Exercise directions: Give back only the lines in the records below from the one with "def miss(measured: float, lo: float, hi: float)" to the one with "band width |", both inclusive, word for word.

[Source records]
BEGIN
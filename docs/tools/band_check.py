"""Does the model-uncertainty band of hipeq.compare cover measured ammonia equilibria?

Regenerates the coverage tables of ``docs/ideal_vs_real.md``:

    .venv/bin/python docs/tools/band_check.py            # markdown to stdout (a few seconds)
    .venv/bin/python docs/tools/band_check.py --out FILE  # also write it to FILE

For every measured point (3:1 H2:N2 feed, no inerts, reaction N2 + 3 H2 = 2 NH3) the band is the lowest and
highest equilibrium NH3 mole fraction over ``hipeq.analysis._common.BAND_MODELS`` (PR, SRK and
PR78+E-PPR78+Peneloux), exactly as ``hipeq.compare`` reports it at that T and P. The miss is the distance from
the measurement to the band in mole-percent points (0 inside; signed: + when the measurement lies above the band).

Data (tests/validation/data/, each file names its source in its header):
  * Larson & Dodge (1923), J. Am. Chem. Soc. 45, 2918: measured, 325-500 C, 10-100 atm (28 rows; the 375 C /
    50 atm value is flagged in the file for extra care).
  * Larson (1924), J. Am. Chem. Soc. 46, 367: 300/600/1000 atm, 400-500 C (9 rows), FROM MEMORY (+-0.5 point).

No model parameter was fitted to these data (docs/ammonia_validation.md). Equilibrium is a thermodynamic limit,
not a design basis; follow local codes and licensed practice.
"""
from __future__ import annotations

import argparse
import sys
from pathlib import Path

import numpy as np

import hipeq
from hipeq.analysis._common import BAND_MODELS

ROOT = Path(__file__).resolve().parents[2]
DATA = ROOT / "tests" / "validation" / "data"
ATM = 101325.0  # Pa, exact
FEED = {"N2": 1.0, "H2": 3.0}
FILES = (("ammonia_equilibrium_larson_dodge_1923.csv", "LD1923"),
         ("ammonia_equilibrium_larson_1924_high_pressure.csv", "L1924*"))
BANDS = ((0.0, 100.0, "10-100 atm (LD1923)"), (100.0, 300.0, "300 atm (L1924*)"),
         (300.0, 600.0, "600 atm (L1924*)"), (600.0, 1000.0, "1000 atm (L1924*)"))
NEAR = 0.5  # mole-percent points: the uncertainty the Larson (1924) file states for its from-memory rows


def load_rows() -> list[tuple[float, float, float, str]]:
    """(T [degC], P [atm], mol % NH3, source tag) of both files, in file order."""
    rows = []
    for name, tag in FILES:
        for line in (DATA / name).read_text().splitlines():
            if not line or line.startswith("#") or line.startswith("T_degC"):
                continue
            t, p, x = (float(v) for v in line.split(","))
            rows.append((t, p, x, tag))
    return rows


def miss(measured: float, lo: float, hi: float) -> float:
    """Signed distance [same unit] from the band [lo, hi] to the measurement: 0 inside, + above, - below."""
    return measured - hi if measured > hi else (measured - lo if measured < lo else 0.0)


def check() -> list[dict]:
    """One record per measured point: the band and the ideal gas from hipeq.compare, and the miss."""
    system = hipeq.ReactionSystem(["N2", "H2", "NH3"], reactions=["N2 + 3 H2 = 2 NH3"])
    out = []
    for t, p, x, tag in load_rows():
        c = hipeq.compare(system, FEED, t + 273.15, p * ATM, models=("ideal", *BAND_MODELS))
        assert all(s == 0 for s in c.status.values()), c.messages
        lo, hi = 100.0 * c.band[0], 100.0 * c.band[1]
        out.append({"T_degC": t, "P_atm": p, "measured": x, "tag": tag, "lo": lo, "hi": hi,
                    "ideal": 100.0 * c.ideal_y, "miss": miss(x, lo, hi),
                    "models": {m: 100.0 * c.y_key[m] for m in BAND_MODELS}})
    return out


def summary(records: list[dict]) -> list[str]:
    lines = ["| pressures | points | inside the band | within 0.5 point of it | median miss | max miss | "
             "mean band width | measured above the band / below | ideal gas below the measurement |",
             "|---|---|---|---|---|---|---|---|---|"]
    groups = [(label, [r for r in records if lo < r["P_atm"] <= hi]) for lo, hi, label in BANDS]
    groups.append(("all", records))
    for label, group in groups:
        misses = np.array([abs(r["miss"]) for r in group])
        inside = int(np.count_nonzero(misses == 0.0))
        near = int(np.count_nonzero(misses <= NEAR))
        width = np.mean([r["hi"] - r["lo"] for r in group])
        above = sum(r["miss"] > 0 for r in group)
        under = sum(r["miss"] < 0 for r in group)
        below = sum(r["ideal"] < r["measured"] for r in group)
        lines.append(f"| {label} | {len(group)} | {inside} ({100 * inside / len(group):.0f} %) | "
                     f"{near} ({100 * near / len(group):.0f} %) | {np.median(misses):.2f} | {misses.max():.2f} | "
                     f"{width:.2f} | {above} / {under} | {below} of {len(group)} |")
    return lines


def table(records: list[dict]) -> list[str]:
    names = " | ".join(BAND_MODELS)
    lines = [f"| T [degC] | P [atm] | source | measured | ideal | {names} | band | miss |",
             "|---|---|---|---|---|" + "---|" * len(BAND_MODELS) + "---|---|"]
    for r in records:
        models = " | ".join(f"{r['models'][m]:.2f}" for m in BAND_MODELS)
        shown = "inside" if r["miss"] == 0.0 else format(r["miss"], "+.3f")
        lines.append(f"| {r['T_degC']:g} | {r['P_atm']:g} | {r['tag']} | {r['measured']:.2f} | {r['ideal']:.2f} | "
                     f"{models} | {r['lo']:.2f}-{r['hi']:.2f} | {shown} |")
    return lines


def limits() -> list[str]:
    """The one-point limit of hipeq.ideal_gas_limit against each band model, beside the measured deficit of the
    ideal gas at 100 atm (Larson & Dodge 1923), which says on which side of 100 atm the measured limit lies."""
    system = hipeq.ReactionSystem(["N2", "H2", "NH3"], reactions=["N2 + 3 H2 = 2 NH3"])
    temperatures = [375.0, 400.0, 425.0, 450.0, 475.0, 500.0]
    found = {m: hipeq.ideal_gas_limit(system, FEED, np.array(temperatures) + 273.15, reference=m)
             for m in BAND_MODELS}
    measured = {t: x for t, p, x, _ in load_rows() if p == 100.0}
    lines = ["| T [degC] | " + " | ".join(f"limit vs {m} [bar]" for m in BAND_MODELS)
             + " | measured minus ideal gas at 100 atm (101.3 bar) [points] |",
             "|---|" + "---|" * len(BAND_MODELS) + "---|"]
    for k, t in enumerate(temperatures):
        c = hipeq.compare(system, FEED, t + 273.15, 100.0 * ATM, models=("ideal",), reference="PR")
        gap = measured[t] - 100.0 * c.ideal_y
        lines.append(f"| {t:g} | " + " | ".join(f"{found[m].P_limit[k] / 1e5:.1f}" for m in BAND_MODELS)
                     + f" | {gap:+.2f} |")
    return lines


def main(argv: list[str] | None = None) -> int:
    parser = argparse.ArgumentParser(description=__doc__.splitlines()[0])
    parser.add_argument("--out", type=Path, help="also write the markdown to this file")
    args = parser.parse_args(argv)
    records = check()
    text = "\n".join(["### Coverage by pressure (miss in mole-percent points NH3; 0 inside the band)", "",
                      *summary(records), "",
                      "### Every point (mole percent NH3; miss = measured minus the nearer band edge)", "",
                      *table(records), "",
                      "### Pressure above which the ideal gas is more than 1 mole-percent point off "
                      "(hipeq.ideal_gas_limit)", "", *limits(), "",
                      "Equilibrium is a thermodynamic limit, not a design basis; follow local codes and licensed "
                      "practice."]) + "\n"
    sys.stdout.write(text)
    if args.out:
        args.out.write_text(text)
    return 0


if __name__ == "__main__":
    raise SystemExit(main())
END
Answer to the exercise:
def miss(measured: float, lo: float, hi: float) -> float:
    """Signed distance [same unit] from the band [lo, hi] to the measurement: 0 inside, + above, - below."""
    return measured - hi if measured > hi else (measured - lo if measured < lo else 0.0)


def check() -> list[dict]:
    """One record per measured point: the band and the ideal gas from hipeq.compare, and the miss."""
    system = hipeq.ReactionSystem(["N2", "H2", "NH3"], reactions=["N2 + 3 H2 = 2 NH3"])
    out = []
    for t, p, x, tag in load_rows():
        c = hipeq.compare(system, FEED, t + 273.15, p * ATM, models=("ideal", *BAND_MODELS))
        assert all(s == 0 for s in c.status.values()), c.messages
        lo, hi = 100.0 * c.band[0], 100.0 * c.band[1]
        out.append({"T_degC": t, "P_atm": p, "measured": x, "tag": tag, "lo": lo, "hi": hi,
                    "ideal": 100.0 * c.ideal_y, "miss": miss(x, lo, hi),
                    "models": {m: 100.0 * c.y_key[m] for m in BAND_MODELS}})
    return out


def summary(records: list[dict]) -> list[str]:
    lines = ["| pressures | points | inside the band | within 0.5 point of it | median miss | max miss | "
             "mean band width | measured above the band / below | ideal gas below the measurement |",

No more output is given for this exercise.